Find the direction ratios of orthogonal projection of line `(x-1)/1=(y+1)/(-2)=(z-2)/3` in the plane `x-y+2y-3=0.` also find the direction ratios of the image of the line in the plane.

Any point on the line `(x-1)/(1)= (y+1)/(-2)= (z-2)/(3) = t` is `(t+1, -2t-1, 3t+2)`, which lies on the given plane if `t+1+ 2t+1+6t+4-3=0 or t= -1//3`.

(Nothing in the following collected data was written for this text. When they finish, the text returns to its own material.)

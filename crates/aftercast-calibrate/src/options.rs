//! Options shared by every comparison: interval level, number of draws, seed, ROPE.

use crate::error::{CalibrateError, CalibrateResult};
use aftercast_core::result::Rope;
use serde::{Deserialize, Serialize};

/// How draws are made and summarised.
///
/// | field | default | meaning | allowed |
/// | --- | --- | --- | --- |
/// | `level` | 0.9 | interval level | (0, 1) |
/// | `draws` | 2000 | bootstrap replicates / simulated paths | 50..=1_000_000 |
/// | `seed` | 20260301 | seed of every random stream | any |
/// | `rope` | +-1% relative | region of practical equivalence of the verdicts | low < high |
/// | `threshold` | none | effect size whose exceedance probability is reported | finite |
#[derive(Debug, Clone, Copy, PartialEq, Serialize, Deserialize)]
pub struct DrawOptions {
    /// Interval level.
    pub level: f64,
    /// Number of draws.
    pub draws: usize,
    /// Seed.
    pub seed: u64,
    /// ROPE of the verdicts.
    pub rope: Rope,
    /// Optional threshold of interest.
    pub threshold: Option<f64>,
}

impl Default for DrawOptions {
    fn default() -> Self {
        DrawOptions { level: 0.9, draws: 2000, seed: 20260301, rope: Rope::default(), threshold: None }
    }
}

impl DrawOptions {
    /// Check the ranges.
    ///
    /// # Errors
    /// [`CalibrateError::BadParameter`] naming the flag.
    pub fn check(&self) -> CalibrateResult<()> {
        if !(self.level > 0.0 && self.level < 1.0) {
            return Err(CalibrateError::BadParameter {
                name: "--level",
                value: self.level.to_string(),
                detail: "strictly between 0 and 1".into(),
            });
        }
        if !(50..=1_000_000).contains(&self.draws) {
            return Err(CalibrateError::BadParameter {
                name: "--draws",
                value: self.draws.to_string(),
                detail: "between 50 and 1000000".into(),
            });
        }
        if let Some(t) = self.threshold
            && !t.is_finite()
        {
            return Err(CalibrateError::BadParameter {
                name: "--threshold",
                value: t.to_string(),
                detail: "a finite number".into(),
            });
        }
        Ok(())
    }
}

Hence, the point of intersection of the line and the plane is `P(2//3, -1//3, 1)`.
Also, if the foot of the perpendicular from `A(1, -1, 2)` on the plane is `Q(x, y, z)`, then
`" "(x-1)/(1)=(y+1)/(-1)= (z-2)/(2)`
`" "=-((1+1+4-3))/(1+1+4) = -(1)/(2)`
Therefore, `Q(x, y, z)` is `Q(1//2, -1//2, 1)`.
Hence, the direction ratios of `PQ` are `(2)/(3)-(1)/(2), - (1)/(3)+ (1)/(2) and 1-1 or (1)/(6), (1)/(6) and 0`.
If the image of point `A(1, -1, 2)` in the plane is `R`, then `Q` is the midpoint of `AR`. Therefore, point `R` is `(0, 0, 0)`.
Hence, the direction ratios of `PR` or the image of the line in the plane are `2//3, -1//3 and 1`.